# end of the world



## ilocas2

Hello all, how do you say "end of the world" in your language?
Thanks in advance.

Czech: *konec světa* (end of world)

Moderator's note: two threads have been merged to create this one.


----------



## apmoy70

Hi ilocas2, 

In Greek:

«Το τέλος του κόσμου»
[to 'telos tu 'kozmu]
lit. "the end of the world"
or,
«Η συντέλεια του κόσμου»
[i sin'deli.a tu 'kozmu]
lit. "the doomsday of the world"
or, 
(within religious context)
«Τα έσχατα»
[ta 'esxata]
lit. "the latest (years)"

For the definition of «τέλος» check here
For the definition of «κόσμος» check here
Fem. noun «συντέλεια» [sin'deli.a] is a Hellenistic noun deriving from the Classical verb «συντελέω/συντελῶ» sŭntĕ'lĕō [uncontracted]/sŭntĕ'lō [contracted] --> _to make an end of, destroy_ and after Christian influence came to describe doomsday:
«τὸ σημεῖο τῆς σῆς παρουσίας καὶ συντελείας τοῦ αἰῶνος» (Matthew 24:3)
"the sign of Your coming, and of the end of the age" (NKJV)
«Έσχατος, -τη, -το» ['esxatos 'esxati 'esxato] (masc. fem. neut.) is a  Classical adj. «ἔσχατος, ἐσχάτη, ἔσχατον» 'ĕsxatŏs (masc.), ĕs'xatē  (fem.), 'ĕsxatŏn (neut.) --> _the farthest, uttermost, extreme_, in this context, _the latest_ (PIE base *eǵʰs/*h₁eǵʰs, _out, out of_ > *eǵʰs-qo-)


----------



## tFighterPilot

Hebrew:
סוף העולם sof ha'olám: End of the world
אחרית הימים aḥarít hayamím: End of the days


----------



## DearPrudence

In *French*:
*"la fin du monde"* _(the end of the world)_


----------



## rusita preciosa

Russian is similar to Czech: *конец света */koniets svieta/ - end of the world ("world" is in genitive).

*Cвет* means both "light" and "world" in Russian.


----------



## Rallino

In Turkish: *Dünyanın sonu

*Dünya (world) - Dünyanın (genitive)
Son (end) - Sonu (possessed)


----------



## mataripis

Tagalog:1.) Sa Dulo ng Daigdig.  (Last part of the planet)      2.) Katapusan nitong Daigdig. (end of this world)      3.)Mga Huling Araw. (The last days)


----------



## Roy776

German: *Das Ende der Welt* (The world's end, world in genitive)
Polish is similar to Czech. *Koniec świata* (World's end, again, world in genitive)


----------



## ancalimon

In old Turkic (means the same thing Turkish) :  Uluğ Kün :  The great day - The holy day.

It's a belief in old Turkic religion.
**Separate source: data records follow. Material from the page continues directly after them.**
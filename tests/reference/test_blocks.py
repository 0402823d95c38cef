"""Control blocks and memory words against closed forms: filters in s and z, delays, sliding averages, sampled loops, tuned loops."""

from __future__ import annotations

import numpy as np
import pytest

import polewise


def run(text: str, study: str = "run_in", **how) -> polewise.Result:
    return polewise.from_text(text).run(study, **how)


# ---------------------------------------------------------------- sliding average

# sin(pi f T)/(pi f T) and phase -180 deg f T of the sliding average over T, computed from the formula.
AVERAGE = [(0.1, 0.983631643, 18.0), (0.25, 0.900316316, 45.0), (1 / 3, 0.826993343, 60.0), (0.5, 0.636619772, 90.0), (1.0, 0.0, 180.0)]


@pytest.mark.parametrize(("share", "gain", "lag_deg"), AVERAGE)
def test_sliding_average_of_a_sine(share: float, gain: float, lag_deg: float) -> None:
    window, f = 10e-3, share / 10e-3
    result = run(
        f"""
        reference gnd
        hum: a --[10 V * sin(2*pi * {f!r} Hz * time)]-- gnd
        load: a --[1 ohm]-- gnd
        signal mean = a.v averaged over 10 ms
        study run_in {{
            start cold
            run for 60 ms
            keep mean
        }}
        """,
        tolerance=1e-9,
    )
    t = result.time[result.time > window]
    wanted = 10 * gain * np.sin(2 * np.pi * f * t - np.radians(lag_deg))
    np.testing.assert_allclose(result.at("mean", t), wanted, rtol=0, atol=1e-5)  # 1e-6 of the amplitude


def test_averages_obey_linear_laws_and_products_do_not() -> None:
    # Exactly: mean of C dv/dt is C (v(t) - v(t - T))/T; mean of v = R i of the mean (Sanders, Noworolski, Liu & Verghese 1991).
    # A product is not the product of means: v^2/R of a sine on 10 V.
    result = run(
        """
        reference gnd
        hum: a --[10 V + 4 V * sin(2*pi * 300 Hz * time)]-- gnd
        path: a --[r: 5 ohm]--[c: 100 uF]-- gnd
        heat: a --[r: 2 ohm]-- gnd
        signal v_c = path.c.v
        signal v_c_old = v_c delayed by 1 ms
        signal mean_i = path.i averaged over 1 ms
        signal mean_v = path.r.v averaged over 1 ms
        signal mean_p = heat.p averaged over 1 ms
        signal mean_a = a.v averaged over 1 ms
        study run_in {
            start cold
            run for 10 ms
            keep v_c, v_c_old, mean_i, mean_v, mean_p, mean_a
        }
        """,
        tolerance=1e-9,
    )
    late = result.time > 1.001e-3
    by_ends = 100e-6 * (result["v_c"] - result["v_c_old"]) / 1e-3
    np.testing.assert_allclose(result["mean_i"][late], by_ends[late], rtol=0, atol=1e-7)
    np.testing.assert_allclose(result["mean_v"], 5 * result["mean_i"], rtol=0, atol=1e-9)
    difference = result["mean_p"][late] - result["mean_a"][late] ** 2 / 2
    assert np.max(difference) > 1.0  # W: the ripple's own heat


# ---------------------------------------------------------------- delays


def test_delayed_sine_keeps_its_shape() -> None:
    # Phase -360 deg f tau (e.g. Buso & Mattavelli 2006): 1.5 periods of 10 kHz turn 500 Hz by 27 deg;
    # before the start the signal is at its start value.
    result = run(
        """
        reference gnd
        hum: a --[sin(2*pi * 500 Hz * time) * 1 V]-- gnd
        load: a --[1 ohm]-- gnd
        signal late = a.v delayed by 150 us
        study run_in {
            start cold
            run for 8 ms
            keep late
        }
        """,
        tolerance=1e-9,
    )
    t = result.time[result.time > 150e-6]
    np.testing.assert_allclose(result.at("late", t), np.sin(2 * np.pi * 500 * t - np.radians(27.0)), rtol=0, atol=1e-6)
    assert np.max(np.abs(result["late"][result.time < 149e-6])) < 1e-12


def test_delay_equation_by_the_method_of_steps() -> None:
    # x' = -x(t - T)/T with x = 1 before 0: on [0, T] 1 - u, on [T, 2T] 1 - u + (u - 1)^2/2, then - (u - 2)^3/6 more (u = t/T).
    result = run(
        """
        d/dt x = -late / 1 ms  initially 1
        signal late = x delayed by 1 ms
        study run_in {
            start cold
            run for 4 ms
            keep x
        }
        """,
        tolerance=1e-9,
    )
    u = result.time / 1e-3
    wanted = 1 - u + np.maximum(u - 1, 0) ** 2 / 2 - np.maximum(u - 2, 0) ** 3 / 6 + np.maximum(u - 3, 0) ** 4 / 24
    np.testing.assert_allclose(result["x"], wanted, rtol=0, atol=1e-8)


# ---------------------------------------------------------------- filters


def test_filters_in_s_follow_their_step_responses() -> None:
    # 1/(1 + s T): 1 - e^(-t/T). (1 + 3 s T)/(1 + s T): 1 + 2 e^(-t/T). 1/(1 + 2 z s T + (s T)^2), z = 1/2: damped sine. 1/(s T): a ramp.
    result = run(
        """
        latch u = 0
        signal lag  = u filtered by 1 / (1 + s * 1 ms)
        signal lead = u filtered by (1 + 3 * s * 1 ms) / (1 + s * 1 ms)
        signal swing = u filtered by 1 / (1 + s * 1 ms + s^2 * 1 ms * 1 ms)
        signal ramp = u filtered by 1 / (s * 1 ms)
        signal both = u filtered by (2 + s * 1 ms) / (s * 1 ms * (1 + s * 1 ms))
        study run_in {
            start cold
            run for 10 ms
            at 1 ms: set u = 1
            keep lag, lead, swing, ramp, both
        }
        """,
        tolerance=1e-9,
    )
    t = result.time[result.time > 1e-3] / 1e-3 - 1
    fall = np.exp(-t)
    w = np.sqrt(3) / 2
    wanted = {
        "lag": 1 - fall,
        "lead": 1 + 2 * fall,
        "swing": 1 - np.exp(-t / 2) * (np.cos(w * t) + np.sin(w * t) / np.sqrt(3)),
        "ramp": t,
        "both": 2 * t - 1 + fall,  # (2 + s)/(s^2 (1 + s)) = 2/s^2 - 1/s + 1/(1 + s)
    }
    for name, values in wanted.items():
        np.testing.assert_allclose(result[name][result.time > 1e-3], values, rtol=1e-8, atol=1e-8, err_msg=name)
        assert np.max(np.abs(result[name][result.time < 1e-3])) == 0.0


def test_filter_in_z_is_its_recursion() -> None:
    # y[k] = 0.9 y[k-1] + 0.3 x[k] - 0.1 x[k-1] with x[k] = x(k T), held in between.
    result = run(
        """
        reference gnd
        hum: a --[1 V * sin(2*pi * 70 Hz * time)]-- gnd
        load: a --[1 ohm]-- gnd
        signal digital = a.v / 1 V sampled at 1 kHz filtered by (0.3 - 0.1*z^-1) / (1 - 0.9*z^-1) in z at 1 kHz
        study run_in {
            start cold
            run for 30.5 ms
            keep digital
        }
        """
    )
    y, before = 0.0, 0.0
    for k in range(31):
        x = np.sin(2 * np.pi * 70 * k * 1e-3)
        y, before = 0.9 * y + 0.3 * x - 0.1 * before, x
        assert result.at("digital", k * 1e-3 + 0.4e-3) == pytest.approx(y, abs=1e-12), k


# ---------------------------------------------------------------- sampled loops

# Current of a choke under sampled proportional control with one period of computing delay, k = Kp T/L = 1/3: unit step, z^2 - z + k = 0.
SEQUENCE = [0, 0, 0.333333, 0.666667, 0.888889, 1, 1.037037, 1.037037, 1.024691, 1.012346, 1.004115, 1, 0.998628]
WRITTEN_LOOPS = {
    "latches": """
        latch drive = 0 V
        latch next = 0 V
        every 100 us { set drive = next; set next = gain * (1 A - choke.i) }
    """,
    "z": """
        signal drive = ((1 A - choke.i) sampled at 10 kHz) filtered by gain * z^-1 in z at 10 kHz
    """,
}


@pytest.mark.parametrize("written", ["latches", "z"])
def test_sampled_current_loop_with_one_period_of_delay(written: str) -> None:
    # Kp = L/(2 1.5 T) for L 2 mH at 10 kHz: 6.666667 V/A
    result = run(
        f"""
        reference gnd
        given gain = 2 mH / (3 * 100 us)
        drive_box: x --[drive]-- gnd
        choke: x --[l: 2 mH]-- gnd
        {WRITTEN_LOOPS[written]}
        study run_in {{
            start cold
            run for 1.21 ms
            keep choke.i
        }}
        """,
        tolerance=1e-9,
    )
    i = result.at("choke.i", 100e-6 * np.arange(13))
    assert i == pytest.approx(SEQUENCE, abs=5e-7)
    # the recursion behind the figures: i[k+1] = i[k] + k (1 - i[k-1])
    exact = [0.0, 0.0]
    while len(exact) < 13:
        exact.append(exact[-1] + (1 - exact[-2]) / 3)
    np.testing.assert_allclose(i, exact, rtol=0, atol=1e-10)


def test_sampled_signals_update_in_order_of_dependency() -> None:
    # b reads a's new value of the same instant, whatever the order of the text; `every` reads the samples of its own instant.
    result = run(
        """
        signal b = a sampled at 1 kHz
        signal a = clock sampled at 1 kHz
        d/dt clock = 1 /s
        latch copy = 0
        every 1 ms: set copy = b
        study run_in {
            start cold
            run for 5.5 ms
            keep a, b, copy
        }
        """
    )
    middle = np.array([0.5e-3, 1.5e-3, 2.5e-3, 3.5e-3, 4.5e-3])
    for name in ("a", "b", "copy"):
        np.testing.assert_allclose(result.at(name, middle), 1e-3 * np.arange(5), rtol=0, atol=1e-12, err_msg=name)


# ---------------------------------------------------------------- tuned loops


def test_modulus_optimum() -> None:
    # Kessler 1958; Umland & Safiuddin 1990: Kp = L/(2 Ts), Ti = L/R gives 1/(1 + 2 Ts s + 2 Ts^2 s^2): overshoot 4.3214 %, first at the final
    # value at 4.7124 Ts, within 2 % from 8.432 Ts. L 2 mH, R 0.1 ohm, Ts = 150 us: Kp 6.666667, Ti 20 ms.
    result = run(
        """
        reference gnd
        latch wanted = 0 A
        signal asked = (wanted - arm.i) filtered by 20/3 * 1 V/A * (1 + 1 / (s * 20 ms))
        signal applied = asked filtered by 1 / (1 + s * 150 us)
        drive: x --[applied]-- gnd
        arm: x --[r: 0.1 ohm]--[l: 2 mH]-- gnd
        latch passed = false
        whenever arm.i rises above 1 A: set passed = true
        study run_in {
            start cold
            run for 11 ms
            at 1 ms: set wanted = 1 A
            keep arm.i
            over: require overshoot(arm.i) below 5 % after 1 ms
            band: require settling_time(arm.i, 2 %) below 2 ms after 1 ms
        }
        """,
        tolerance=1e-9,
    )
    ts = 150e-6
    t = result.time[result.time > 1e-3] - 1e-3
    wanted = 1 - np.exp(-t / (2 * ts)) * (np.cos(t / (2 * ts)) + np.sin(t / (2 * ts)))
    np.testing.assert_allclose(result["arm.i"][result.time > 1e-3], wanted, rtol=0, atol=1e-7)
    assert result.verdict["over"].value == pytest.approx(0.043214, abs=5e-7)
    assert result.verdict["band"].value / ts == pytest.approx(8.432, abs=5e-4)
    passed = next(entry.time_s for entry in result.events if entry.time_s > 1e-3)
    assert (passed - 1e-3) / ts == pytest.approx(1.5 * np.pi, rel=1e-8)  # 4.7124


@pytest.mark.parametrize(("prefilter", "overshoot"), [(False, 0.434104), (True, 0.081465)])
def test_symmetrical_optimum(prefilter: bool, overshoot: float) -> None:
    # The same sources, Ti = a^2 Ts with a = 2 on an integrating plant: overshoot 43.4104 %, with the reference filter 1/(1 + 4 Ts s) 8.1465 %.
    wanted = "wanted filtered by 1 / (1 + s * 4 ms)" if prefilter else "wanted"
    result = run(
        f"""
        latch wanted = 0
        signal aim = {wanted}
        signal asked = (aim - x) filtered by 0.5 * (1 + 1 / (s * 4 ms))
        signal applied = asked filtered by 1 / (1 + s * 1 ms)
        d/dt x = applied / 1 ms
        study run_in {{
            start cold
            run for 200 ms
            at 1 ms: set wanted = 1
            keep x
            over: require overshoot(x) below 50 % after 1 ms
        }}
        """,
        tolerance=1e-9,
    )
    assert result.verdict["over"].value == pytest.approx(overshoot, abs=1e-6)


def test_regulated_step_down_answers_a_load_step() -> None:
    # EM 9.5.4 (Erickson & Maksimović, 2nd ed. 2001): 28 V to 15 V, 3 ohm, 50 uH, 500 uF, carrier 4 V, sensor 1/3, reference 5 V; block
    # 3.7 (1 + 2 pi 500/s) (1 + s/2 pi 1700)/(1 + s/2 pi 14500). Response to 1 A more, averaged and linear, computed from its poles.
    result = run(
        """
        reference gnd
        supply: vin --[28 V]-- gnd
        leg: pole(vin, gnd, x, upper_duty = ctrl / 4 V, rate = 100 kHz, upper = transistor(0 ohm), lower = transistor(0 ohm))
        choke: x --[l: 50 uH]-- out
        store: out --[c: 500 uF]-- gnd
        load: out --[r: 3 ohm]-- gnd
        step: out --[more]-- gnd
        latch more = 0 A
        signal error = 5 V - out.v / 3
        signal ctrl = error filtered by 3.7 * (1 + 2*pi * 500 /s / s) * (1 + s / (2*pi * 1700 /s)) / (1 + s / (2*pi * 14500 /s))
        study run_in {
            start settled
            run for 2 ms
            at 1 ms: set more = 1 A
            keep out.v, leg.duty
            dip: require lowest(out.v) above 14.9 V after 1 ms
        }
        """,
        tolerance=1e-10,
        at=[1.1e-3, 1.5e-3],
    )
    assert result["out.v"][0] == pytest.approx(15.0, rel=1e-11)
    assert result["leg.duty"][0] == pytest.approx(0.535714, abs=5e-7)
    deviation = result.at("out.v", [1.1e-3, 1.5e-3, 2.0e-3]) - 15
    assert deviation == pytest.approx([-0.0206708062, 0.0041437011, 0.0010835520], abs=2e-9)
    assert result.verdict["dip"].value - 15 == pytest.approx(-0.0494207755, abs=2e-8)
    assert result.verdict["dip"].time_s - 1e-3 == pytest.approx(45.58e-6, abs=0.02e-6)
The surprising thing is that everybody wanted this day to come soon.


----------



## AutumnOwl

ilocas2 said:


> Hello all, how do you say "end of the world" in your language?


*Swedish:*
_Jordens undergång_ (the destruction of the earth) - the end of the world, this is perhaps the most common expression
_Slutet på jorden_ - the end of the earth - a "word-for-word" translation 
_Jordens slut_ - the earth's end 

_Världens undergång_ - the destruction of the world
_Slutet på världen_ - the end of the world
_Världens slut_ - the world's end

_Världens ände_ - the world's end/land's end/finisterre  - an expression used when speaking about "the last place on earth"; as  people once believed that the world somewhere ended in an empty space

_Tidens slut_ - end of time (end of days)
_Tidens ände_ - end of time/end of days


----------



## aruniyan

_End of world_ in Tamil.

ulahatthin mudivu (world's end)
ulahatthin alivu (world's destruction)

*ulahu*=world
*mudivu*=close,end
*alivu*=lost/erased/destroyed


----------



## Encolpius

*Hungarian*: *világvége *[világ world; vége end]


----------



## hui

*Finnish:* _maailmanloppu_
- _maailman_ = world's
- _loppu_ = end


----------



## jana.bo99

Slovenian:
Konec sveta

Croatian: 
Kraj svijeta


----------



## AquisM

Chinese: 世界末日 (Mandarin: shijie mori/Cantonese: sai gai mut yat - lit. last day of the world)


----------



## Selyd

Ukrainian is similar to Czech: *кінець світу /kіnets' svitu/ - end of the world.
*


----------



## Outsider

Portuguese: *(o) fim do mundo*, *(the) end of the world*.


----------



## OneStroke

How do you say 'end of the world' in your language?

Chinese: 世界末日 shìjiè mòrì (world end day)


----------



## Tamar

In Hebrew:
סוף העולם  [sof ha-olam]


----------



## ThomasK

Dutch : *(het) einde van de wereld*.


----------



## ancalimon

Are there any other cultures apart from Turkic culture in which the end of the world is pictured as a good thing?

People usually think that when world ends, something good will come out of it.


----------



## Pretty_Gaella

mataripis said:


> Tagalog:1.) Sa Dulo ng Daigdig. (Last part of the planet) 2.) Katapusan nitong Daigdig. (end of this world) 3.)Mga Huling Araw. (The last days)



In Filipino* End of the world *can also be translated as *katapusan ng mundo*


----------



## Grefsen

AutumnOwl said:


> *Swedish:*
> *Jordens undergång* (the destruction of the earth) - the end of the world, this is perhaps the most common expression
> _Slutet på jorden_ - the end of the earth - a "word-for-word" translation
> _Jordens slut_ - the earth's end
> 
> _Världens undergång_ - the destruction of the world
> _Slutet på världen_ - the end of the world
> _Världens slut_ - the world's end
> 
> *Världens ände* - the world's end/land's end/finisterre  - an expression used when speaking about "the last place on earth"; as  people once believed that the world somewhere ended in an empty space
> 
> _Tidens slut_ - end of time (end of days)
> _Tidens ände_ - end of time/end of days


*Norwegian:
*
"jordens undergang" (the Earth's destruction)

"slutten av verden" (the end of the world)

"verdens ende" (the world's end)


----------